++++ Listed entries
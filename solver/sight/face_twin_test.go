package sight_test

import (
	"context"
	"math/big"
	"testing"

	"pgregory.net/rapid"

	"enfilade/solver/arrange"
	"enfilade/solver/exact"
	"enfilade/solver/mesh"
	"enfilade/solver/plantest"
	"enfilade/solver/sight"
)

// faceOf draws a face: an edge of the graph or a part of it, from either side, or two places anywhere.
func faceOf(t *rapid.T, g *arrange.Graph, at []exact.Pt) sight.Face {
	var c sight.Face
	if rapid.IntRange(0, 2).Draw(t, "face on an edge") > 0 {
		e := g.Edges[rapid.IntRange(0, len(g.Edges)-1).Draw(t, "edge")]
		c = sight.Face{A: g.Pts[e.A], B: g.Pts[e.B]}
		if m := (exact.Pt{X: (c.A.X + c.B.X) / 2, Y: (c.A.Y + c.B.Y) / 2}); rapid.Bool().Draw(t, "half of it") && exact.OnSegment(c.A, c.B, m) {
			c.A = m
		}
	} else {
		pick := rapid.IntRange(0, len(at)-1)
		c = sight.Face{A: at[pick.Draw(t, "a")], B: at[pick.Draw(t, "b")]}
	}
	if rapid.Bool().Draw(t, "back") {
		c.A, c.B = c.B, c.A
	}
	return c
}

// probes draws places from which a face may or may not be seen: anywhere, and a few units beside lines through two corners,
// where it begins to be.
func probes(t *rapid.T, g *arrange.Graph, at []exact.Pt) []exact.Pt {
	var list []exact.Pt
	pick := rapid.IntRange(0, len(at)-1)
	off := rapid.Int32Range(-3, 3)
	for range 12 {
		p, q := at[pick.Draw(t, "p")], at[pick.Draw(t, "q")]
		k := rapid.Int32Range(-4, 12).Draw(t, "k")
		s := exact.Pt{X: p.X + (q.X-p.X)/8*k + off.Draw(t, "dx"), Y: p.Y + (q.Y-p.Y)/8*k + off.Draw(t, "dy")}
		if s.Legal() {
			list = append(list, s)
		}
	}
	return list
}

// hold tells how far a place lies in the union of pieces: in one with its border, or strictly inside one.
func hold(m *mesh.Mesh, pieces []sight.Piece, p exact.Pt) (in, inside bool) {
	for _, k := range pieces {
		worst := 1
		t := m.Tris[k.Tri].P
		for i := range t {
			worst = min(worst, exact.Orient(t[i], t[(i+1)%3], p))
		}
		for _, l := range k.Lines[:k.N] {
			worst = min(worst, l.Side(p))
		}
		in, inside = in || worst >= 0, inside || worst > 0
	}
	return in, inside
}

// TestFacesAgainstTwin holds the places that see all of a face, and any part of it, against the slow exact answer from single
// places: a place that sees enough lies in the region, and one strictly inside the region sees enough.
func TestFacesAgainstTwin(t *testing.T) {
	count := map[string]int{}
	for name, plans := range plantest.Small() {
		t.Run(name, rapid.MakeCheck(func(t *rapid.T) {
			p := plans.Draw(t, "plan")
			t.Log(plantest.Text(p))
			g, m := graphAndMesh(t, p)
			twin, fast := plantest.NewTwin(g), sight.New(m)
			at := places(p, g)
			height := heights.Draw(t, "height")
			c := faceOf(t, g, at)
			if c.A == c.B {
				return
			}
			t.Logf("face %v %v, height %v", c.A, c.B, height)
			free := fast.Free(c, height)
			all, _ := fast.Whole(nil, c, height)
			var some []sight.Piece
			if free {
				var err error
				if some, err = fast.Partly(context.Background(), nil, c, height); err != nil {
					t.Fatal(err)
				}
				count["free"]++
			}
			for _, q := range probes(t, g, at) {
				seen := twin.FaceSeen(q, c.A, c.B, height)
				whole := len(seen) == 1 && plantest.Widest(seen).Cmp(big.NewRat(1, 1)) == 0
				in, inside := hold(m, all, q)
				if whole && edgeOn(g, c, q) { // whoever steps aside does not see all any more
					count["edge-on"]++
				} else if whole && !in || inside && !whole {
					t.Errorf("%v sees %v: in the region of all %v, inside it %v", q, seen, in, inside)
				}
				tally(count, "all", in, inside, whole)
				if !free {
					continue
				}
				in, inside = hold(m, some, q)
				if len(seen) > 0 && !in || inside && len(seen) == 0 {
					t.Errorf("%v sees %v: in the region of any %v, inside it %v", q, seen, in, inside)
				}
				tally(count, "any", in, inside, len(seen) > 0)
			}
		}))
	}
	t.Log(count)
	for _, k := range []string{"free", "all inside", "all out", "any inside", "any out", "any seen", "all seen"} {
		if count[k] < 50 {
			t.Errorf("only %d times %s: the test has lost its aim", count[k], k)
		}
	}
}

// edgeOn reports whether an edge between a place and a face lies along a line from the place.
func edgeOn(g *arrange.Graph, c sight.Face, p exact.Pt) bool {
	for _, e := range g.Edges {
		a, b := g.Pts[e.A], g.Pts[e.B]
		if exact.Orient(p, a, b) != 0 {
			continue
		}
		if exact.OnSegment(a, b, p) {
			if towards(c, p, a) || towards(c, p, b) {
				return true
			}
			continue
		}
		if exact.Dist2(p, b) < exact.Dist2(p, a) {
			a = b
		}
		if towards(c, p, a) && exact.Orient(c.A, c.B, a) > 0 {
			return true
		}
	}
	return false
}

// towards reports whether the face is what lies in the direction from p to q.
func towards(c sight.Face, p, q exact.Pt) bool {
	return exact.Orient(p, c.A, q) > 0 && exact.Orient(p, q, c.B) > 0
}

func tally(count map[string]int, what string, in, inside, seen bool) {
	switch {
	case inside:
		count[what+" inside"]++
	case !in:
		count[what+" out"]++
	}
	if seen {
		count[what+" seen"]++
	}
}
++++++++
Would you return each line of the material above, unchanged, from the first one through the line where "func faceOf(t *rapid.T, g" appears?

Worked solution:
filename solver/sight/face_twin_test.go
package sight_test

import (
	"context"
	"math/big"
	"testing"

	"pgregory.net/rapid"

	"enfilade/solver/arrange"
	"enfilade/solver/exact"
	"enfilade/solver/mesh"
	"enfilade/solver/plantest"
	"enfilade/solver/sight"
)

// faceOf draws a face: an edge of the graph or a part of it, from either side, or two places anywhere.
func faceOf(t *rapid.T, g *arrange.Graph, at []exact.Pt) sight.Face {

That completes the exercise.